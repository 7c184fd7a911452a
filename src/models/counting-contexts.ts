import {
  type ContextTree,
  NODE_PARENT,
  NODE_SYMBOL,
  NODE_WORDS,
  SYMBOL_MASK,
} from './context-tree.ts';
import type { OperationTally } from './counting-tally.ts';

/** Slots are at most this full. */
const MOST_FULL = 0.6;

/** Least power of two that keeps so many entries as sparse as slots must be; 0 for none. */
export function slotsFor(entries: number): number {
  let slots = entries === 0 ? 0 : 2;
  while (entries > MOST_FULL * slots) slots *= 2;
  return slots;
}

/** Whether a device finds contexts of one symbol in a table by symbol: where there is one empty context. */
export const isFirstDirect = (positions: number): boolean => positions === 1;

/** Nodes from `from` on that lie in slots. */
export function slottedNodes(tree: ContextTree, from: number): number {
  const { words, nodeCount, positions } = tree;
  const isDirect = isFirstDirect(positions);
  let slotted = 0;
  for (let node = Math.max(from, positions); node < nodeCount; node++)
    if (!isDirect || words[node * NODE_WORDS + NODE_PARENT] >= positions) slotted++;
  return slotted;
}

/**
 * Finds the contexts of a {@link ContextTree} as a device would that has the room which is told of: contexts of one symbol in a
 * table by symbol where positions do not tell them apart, all others by open addressing with exact keys, in the fewest slots
 * that the most contexts ever held need. It counts what that reads and decides, the same at both ends.
 *
 * A context in the table: 1 read, 1 branch (whether it was met). In slots: 2 multiplies for the hash; each slot 1 read and 1
 * branch (whether it is empty); if not, the parent is read and compared, 1 read and 1 branch, and where it agrees the symbol.
 */
export class CountingContexts {
  readonly tree: ContextTree;
  readonly #encoder: OperationTally;
  readonly #decoder: OperationTally;
  readonly #slots: Uint32Array;
  readonly #mask: number;
  /** Slots filled since the start, in order. */
  #filled: Uint32Array;
  #filledCount = 0;
  #marked = 0;

  /**
   * @param tree   at a message's start; changed by {@link advance} alone
   * @param slots  of {@link slotsFor} the most contexts that slots will hold
   */
  constructor(tree: ContextTree, slots: number, encoder: OperationTally, decoder: OperationTally) {
    this.tree = tree;
    this.#encoder = encoder;
    this.#decoder = decoder;
    this.#slots = new Uint32Array(slots);
    this.#mask = slots - 1;
    this.#filled = new Uint32Array(slots);
    const { words, nodeCount, positions } = tree;
    for (let node = positions; node < nodeCount; node++) {
      const parent = words[node * NODE_WORDS + NODE_PARENT];
      if (parent < positions && isFirstDirect(positions)) continue;
      this.#put(
        node,
        this.#emptySlotFor(parent, words[node * NODE_WORDS + NODE_SYMBOL] & SYMBOL_MASK),
      );
    }
  }

  /** Moves every context on by one symbol. */
  advance(symbol: number): void {
    const { tree } = this;
    const { contexts, depth } = tree;
    const lowest = isFirstDirect(tree.positions) ? 1 : 0;
    if (depth > 0 && lowest === 1) this.#count(0, 1, 1);
    // Slots are looked up before the tree makes the nodes that are missing.
    const { nodeCount } = tree;
    for (let j = depth; j > lowest; j--) this.#find(contexts[j - 1], symbol);
    tree.advance(symbol);
    if (tree.nodeCount === nodeCount) return;
    for (let node = nodeCount; node < tree.nodeCount; node++) {
      const parent = tree.words[node * NODE_WORDS + NODE_PARENT];
      if (parent < tree.positions && lowest === 1) continue;
      this.#put(node, this.#emptySlotFor(parent, symbol));
    }
  }

  /** Makes the present contexts those that {@link restore} returns to. */
  mark(): void {
    this.#marked = this.#filledCount;
  }

  /** The tree itself is truncated by its owner. */
  restore(): void {
    // Last in, first out: no probing passes over a slot that was filled later.
    while (this.#filledCount > this.#marked) this.#slots[this.#filled[--this.#filledCount]] = 0;
  }

  #put(node: number, slot: number): void {
    this.#slots[slot] = node;
    this.#filled[this.#filledCount++] = slot;
  }

  #count(multiplies: number, tableReads: number, branches: number): void {
    const encoder = this.#encoder;
    const decoder = this.#decoder;
    encoder.multiplies += multiplies;
    decoder.multiplies += multiplies;
    encoder.tableReads += tableReads;
    decoder.tableReads += tableReads;
    encoder.branches += branches;
    decoder.branches += branches;
  }

  #hash(parent: number, symbol: number): number {
    const hash = Math.imul(parent, 0x9e3779b1) ^ Math.imul(symbol + 1, 0x85ebca6b);
    return (hash ^ (hash >>> 15)) & this.#mask;
  }

  #find(parent: number, symbol: number): void {
    const slots = this.#slots;
    const words = this.tree.words;
    let slot = this.#hash(parent, symbol);
    let tableReads = 0;
    let branches = 0;
    for (;;) {
      const node = slots[slot];
      tableReads++;
      branches++;
      if (node === 0) break;
      tableReads++;
      branches++;
      if (words[node * NODE_WORDS + NODE_PARENT] === parent) {
        tableReads++;
        branches++;
        if ((words[node * NODE_WORDS + NODE_SYMBOL] & SYMBOL_MASK) === symbol) break;
      }
      slot = (slot + 1) & this.#mask;
    }
    this.#count(2, tableReads, branches);
  }

  #emptySlotFor(parent: number, symbol: number): number {
    let slot = this.#hash(parent, symbol);
    while (this.#slots[slot] !== 0) slot = (slot + 1) & this.#mask;
    return slot;
  }
}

- **Assignment**
Only the lines from the start of the material through the line bearing "at a message's" are needed, restated exactly, with both end lines included.

- **Result for this task**
repository 7c184fd7a911452a
filename src/models/counting-contexts.ts
import {
  type ContextTree,
  NODE_PARENT,
  NODE_SYMBOL,
  NODE_WORDS,
  SYMBOL_MASK,
} from './context-tree.ts';
import type { OperationTally } from './counting-tally.ts';

/** Slots are at most this full. */
const MOST_FULL = 0.6;

/** Least power of two that keeps so many entries as sparse as slots must be; 0 for none. */
export function slotsFor(entries: number): number {
  let slots = entries === 0 ? 0 : 2;
  while (entries > MOST_FULL * slots) slots *= 2;
  return slots;
}

/** Whether a device finds contexts of one symbol in a table by symbol: where there is one empty context. */
export const isFirstDirect = (positions: number): boolean => positions === 1;

/** Nodes from `from` on that lie in slots. */
export function slottedNodes(tree: ContextTree, from: number): number {
  const { words, nodeCount, positions } = tree;
  const isDirect = isFirstDirect(positions);
  let slotted = 0;
  for (let node = Math.max(from, positions); node < nodeCount; node++)
    if (!isDirect || words[node * NODE_WORDS + NODE_PARENT] >= positions) slotted++;
  return slotted;
}

/**
 * Finds the contexts of a {@link ContextTree} as a device would that has the room which is told of: contexts of one symbol in a
 * table by symbol where positions do not tell them apart, all others by open addressing with exact keys, in the fewest slots
 * that the most contexts ever held need. It counts what that reads and decides, the same at both ends.
 *
 * A context in the table: 1 read, 1 branch (whether it was met). In slots: 2 multiplies for the hash; each slot 1 read and 1
 * branch (whether it is empty); if not, the parent is read and compared, 1 read and 1 branch, and where it agrees the symbol.
 */
export class CountingContexts {
  readonly tree: ContextTree;
  readonly #encoder: OperationTally;
  readonly #decoder: OperationTally;
  readonly #slots: Uint32Array;
  readonly #mask: number;
  /** Slots filled since the start, in order. */
  #filled: Uint32Array;
  #filledCount = 0;
  #marked = 0;

  /**
   * @param tree   at a message's start; changed by {@link advance} alone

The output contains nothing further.